There’s something revolutionary that Ed and the people who were working with him at that time were suggesting. So not just Ed; it’s also Jeff Fortuna’s mind and Molly’s mind and Paul Cashman’s mind, these people who were coming together to do the work were suggesting that there’s something really, really important about creating this personal sense of one’s own insanity. It’s like you can’t really get to the second part of the book without first experiencing part one.

Mary: Right.

Phoebe: Yet that’s, we’re kind of jumping to part two ourselves to sort of make it more palatable. And that’s similar to what they did with the second edition..

Mary: Yeah.

Mary: And we apologize a little bit when we give people the book. We say, “Well the first part’s a little dense.” You know?

Phoebe: Right.

Mary: I confess some aversion every time it comes time to try to penetrate the first part of the book. It’s very intimidating in some way to have to make your way into this sort of forest where you have very little perspective. In fact, you just give up your perspective and get up close and intimate with madness. And as an aside, madness is a word that Ed uses a lot, which I have mixed feelings about. He uses madness and insanity pretty much. He doesn’t say extreme states. He doesn’t use any of the terms that we currently use, like people seeking services. He just calls it madness or insanity.
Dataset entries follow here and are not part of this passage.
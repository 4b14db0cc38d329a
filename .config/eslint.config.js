import globals from 'globals'
import hooks from 'eslint-plugin-react-hooks'
import tseslint from 'typescript-eslint'

/** Imports go one way: calc ← content ← api, site. Each entry forbids what its folder must not reach. */
const boundary = (files, patterns, ignores = []) => ({
  files,
  ignores,
  rules: { '@typescript-eslint/no-restricted-imports': ['error', { patterns }] },
})
const never = (regex, message) => ({ regex, message })

const wholeLibrary = {
  ...never(
    '^#calc/(index|solve|calculators)\\.ts$',
    'The registry brings every calculator: a browser loads each by itself (lib/load-calculator.ts).',
  ),
  allowTypeImports: true,
}

const crossesFolders = never(
  '^(\\.\\./)+(calc|content|api|site)/',
  'Cross a top-level folder by #calc, #content, #api or #site, so that the direction can be checked.',
)

export default tseslint.config(
  {
    ignores: [
      'dist/**',
      'node_modules/**',
      'drizzle/**',
      '.data/**',
      '.cache/**',
      'test-results/**',
      'playwright-report/**',
    ],
  },
  {
    files: ['**/*.{ts,tsx}'],
    extends: [tseslint.configs.recommendedTypeChecked],
    languageOptions: {
      globals: { ...globals.node, ...globals.browser },
      parserOptions: { project: './tsconfig.json', tsconfigRootDir: new URL('..', import.meta.url).pathname },
    },
    rules: {
      '@typescript-eslint/no-explicit-any': 'error',
      '@typescript-eslint/consistent-type-definitions': 'off',
      '@typescript-eslint/no-non-null-assertion': 'off',
      '@typescript-eslint/no-misused-promises': ['error', { checksVoidReturn: { attributes: false } }],
      '@typescript-eslint/only-throw-error': ['error', { allow: [{ from: 'lib', name: 'Response' }] }],
      eqeqeq: 'error',
      'no-console': 'off',
    },
  },
  // What supertest hands back is any; each test says what it expects of it.
  { files: ['api/**/*.spec.ts', 'api/**/*.e2e-spec.ts'], rules: { '@typescript-eslint/no-unsafe-assignment': 'off' } },
  { files: ['site/**/*.{ts,tsx}'], ...hooks.configs.flat['recommended-latest'] },
  boundary(
    ['calc/**/*.ts'],
    [
      crossesFolders,
      never('^#(content|api|site)/', 'calc stands alone.'),
      never('^(?!\\.|#calc/|mathjs$)', 'calc imports nothing outside itself but mathjs.'),
    ],
    ['calc/**/*.test.ts', 'calc/testing/**', 'calc/bench/**'],
  ),
  boundary(['content/**/*.ts'], [crossesFolders, never('^#(api|site)/', 'content knows only calc.')]),
  boundary(['api/**/*.ts'], [crossesFolders, never('^#site/', 'the server does not know the site.')]),
  boundary(
    ['site/src/**/*.{ts,tsx}'],
    [
      crossesFolders,
      never('^#api/(?!.*dto/.*\\.schema\\.ts$)', 'site shares only the request and response schemas of the server.'),
      wholeLibrary,
      never('^#calc/marking', 'answers and mistakes never reach the browser.'),
      never('question-bank|\\.questions\\.yaml', 'banks never reach the browser.'),
    ],
    ['**/*.test.{ts,tsx}'],
  ),
  boundary(
    ['site/src/features/**/*.{ts,tsx}'],
    [
      crossesFolders,
      never('^#api/(?!.*dto/.*\\.schema\\.ts$)', 'site shares only the request and response schemas of the server.'),
      wholeLibrary,
      never('^#calc/marking', 'answers and mistakes never reach the browser.'),
      never('question-bank|\\.questions\\.yaml', 'banks never reach the browser.'),
      never(
        '(^#site/features/|^\\.\\./[a-z-]+/|^\\.\\./\\.\\./features/)',
        'features do not import each other: move what two need to components or lib.',
      ),
    ],
    ['**/*.test.{ts,tsx}'],
  ),
)
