import { Module } from '@nestjs/common'
import { ConfigService } from '@nestjs/config'
import { createTransport } from 'nodemailer'
import type { Environment } from '../config/environment.ts'
import { MAIL_TRANSPORT, OutboxService } from './outbox.service.ts'

@Module({
  providers: [
    {
      provide: MAIL_TRANSPORT,
      inject: [ConfigService],
      useFactory: (config: ConfigService<Environment, true>) =>
        createTransport(config.get('SMTP_URL', { infer: true })),
    },
    OutboxService,
  ],
  exports: [OutboxService],
})
export class MailModule {}
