import { describe, expect, test } from 'vitest'
import type { Quantity } from '../definition.ts'
import { conversion, isUnit, quantities, quantityOf } from './quantities.ts'

const toSi = (quantity: Quantity, unit: string): number => {
  const { units, si } = quantities[quantity]
  return conversion(
    quantity,
    [...units, si].find(({ name }) => name === unit)!,
  )!.toSi(1)
}

describe('published factors', () => {
  // NIST Special Publication 811 (2008), appendix B.8; psi and ft³/s as reprinted there and read, the others from memory.
  test.each<[Quantity, string, number, number]>([
    ['pressure', 'psi', 6.894757e3, 7],
    ['flow', 'ft³/s', 2.831685e-2, 7],
    ['power', 'hp', 7.456999e2, 7],
    ['velocity', 'km/h', 2.777778e-1, 7],
    ['volume', 'ft³', 2.831685e-2, 7],
    ['angle', 'rad', 57.29578, 7],
  ])('%s: 1 %s', (quantity, unit, factor, figures) => {
    expect(Number(toSi(quantity, unit).toPrecision(figures))).toBe(factor)
  })

  // Exact by definition: the international yard and pound agreement (1959) for foot and inch; the SI Brochure, 9th edition (2019),
  // table 8 for litre, minute and hour; ISO 80000-4 for the bar; from memory.
  test.each<[Quantity, string, number]>([
    ['length', 'ft', 0.3048],
    ['length', 'in', 0.0254],
    ['head', 'ft', 0.3048],
    ['velocity', 'ft/s', 0.3048],
    ['volume', 'L', 1e-3],
    ['flow', 'L/s', 1e-3],
    ['flow', 'L/min', 1e-3 / 60],
    ['flow', 'm³/h', 1 / 3600],
    ['time', 'min', 60],
    ['time', 'h', 3600],
    ['pressure', 'bar', 1e5],
    ['pressure', 'mbar', 100],
    ['pressure', 'MPa', 1e6],
    ['energy', 'kWh', 3.6e6],
    ['energy', 'MJ', 1e6],
    ['power', 'kW', 1000],
    ['area', 'mm²', 1e-6],
    ['dynamicViscosity', 'mPa·s', 1e-3],
    ['kinematicViscosity', 'mm²/s', 1e-6],
    ['rotation', 'rev/s', 60],
    ['fraction', '%', 0.01],
    ['gradient', 'm per 100 m', 0.01],
  ])('%s: 1 %s, exactly', (quantity, unit, factor) => {
    expect(toSi(quantity, unit)).toBeCloseTo(factor, 14)
  })

  // °F = 1.8 · °C + 32: freezing, boiling, and where both scales show the same.
  test.each([
    [32, 0],
    [212, 100],
    [-40, -40],
    [50, 10],
  ])('%d °F is %d °C', (fahrenheit, celsius) => {
    const scale = conversion('temperature', { name: '°F', mathjs: 'degF' })!
    expect(scale.toSi(fahrenheit)).toBeCloseTo(celsius, 9)
    expect(scale.fromSi(celsius)).toBeCloseTo(fahrenheit, 9)
  })
})

describe('conversions', () => {
  test('there and back is the same, in every unit', () => {
    for (const [quantity, { units, si }] of Object.entries(quantities))
      for (const unit of [...units, si]) {
        const { toSi, fromSi } = {
          toSi: (value: number) => conversion(quantity as Quantity, unit)!.toSi(value),
          fromSi: (value: number) => conversion(quantity as Quantity, unit)!.fromSi(value),
        }
        for (const value of [0.37, 1, 12.5, 1450]) expect(fromSi(toSi(value))).toBeCloseTo(value, 9)
      }
  })

  test('the SI unit of a quantity is one to one', () => {
    for (const [quantity, { si }] of Object.entries(quantities))
      expect(conversion(quantity as Quantity, si)!.toSi(7)).toBe(7)
  })

  test('no noise in the last places', () => {
    const litres = conversion('flow', { name: 'L/min', mathjs: 'L/minute' })!
    expect(litres.toSi(600)).toBe(0.01)
    expect(conversion('temperature', { name: 'K', mathjs: 'K' })!.toSi(283)).toBe(9.85)
  })

  test('another dimension has no conversion', () => {
    expect(conversion('flow', { name: 'm', mathjs: 'm' })).toBeUndefined()
    expect(conversion('fraction', { name: 'm', mathjs: 'm' })).toBeUndefined()
    expect(conversion('gradient', { name: 'm', mathjs: 'm' })).toBeUndefined()
  })

  test('a unit tells what it measures', () => {
    expect(quantityOf('bar')).toBe('pressure')
    expect(quantityOf('m^3/s')).toBe('flow')
    expect(quantityOf('cd')).toBeUndefined()
    expect(isUnit('L/s')).toBe(true)
    expect(isUnit('buckets')).toBe(false)
    expect(isUnit('__proto__')).toBe(false)
  })

  test('the names of a quantity’s units differ, and each reads best from one size on', () => {
    for (const { units } of Object.values(quantities)) {
      expect(new Set(units.map(({ name }) => name)).size).toBe(units.length)
      const from = units.flatMap(({ from }) => from ?? [])
      expect(from).toEqual([...from].sort((a, b) => a - b))
    }
  })
})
One thing that I’m curious about, do you remember the first time you encountered that material that you read… and how you responded?

Phoebe: Yeah. I remember I actually really got into the parables. Mary: It magnetized you in some way.

Phoebe: Yeah.

Mary: The stated purpose is to have an experience of madness or insanity. Was there any particular one that you identified with or that you felt if you were going to become insane you would go down that road?

Phoebe: Actually, no. Because I felt like the absence of a woman in the parables always struck me. There’s bits and pieces of it, but as a whole, not one that really felt like it resonated with my experience of insanity, which I think has something more to do with a depressive side. Not so …

Mary: Not so big.

Phoebe: Not so wild and big.

Mary: Whether or not there’s someone that you identify with, it’s that encounter with yourself and with your own human ability to experience anything that another human being can experience that’s hard to look at. Well it’s hard for me to look at.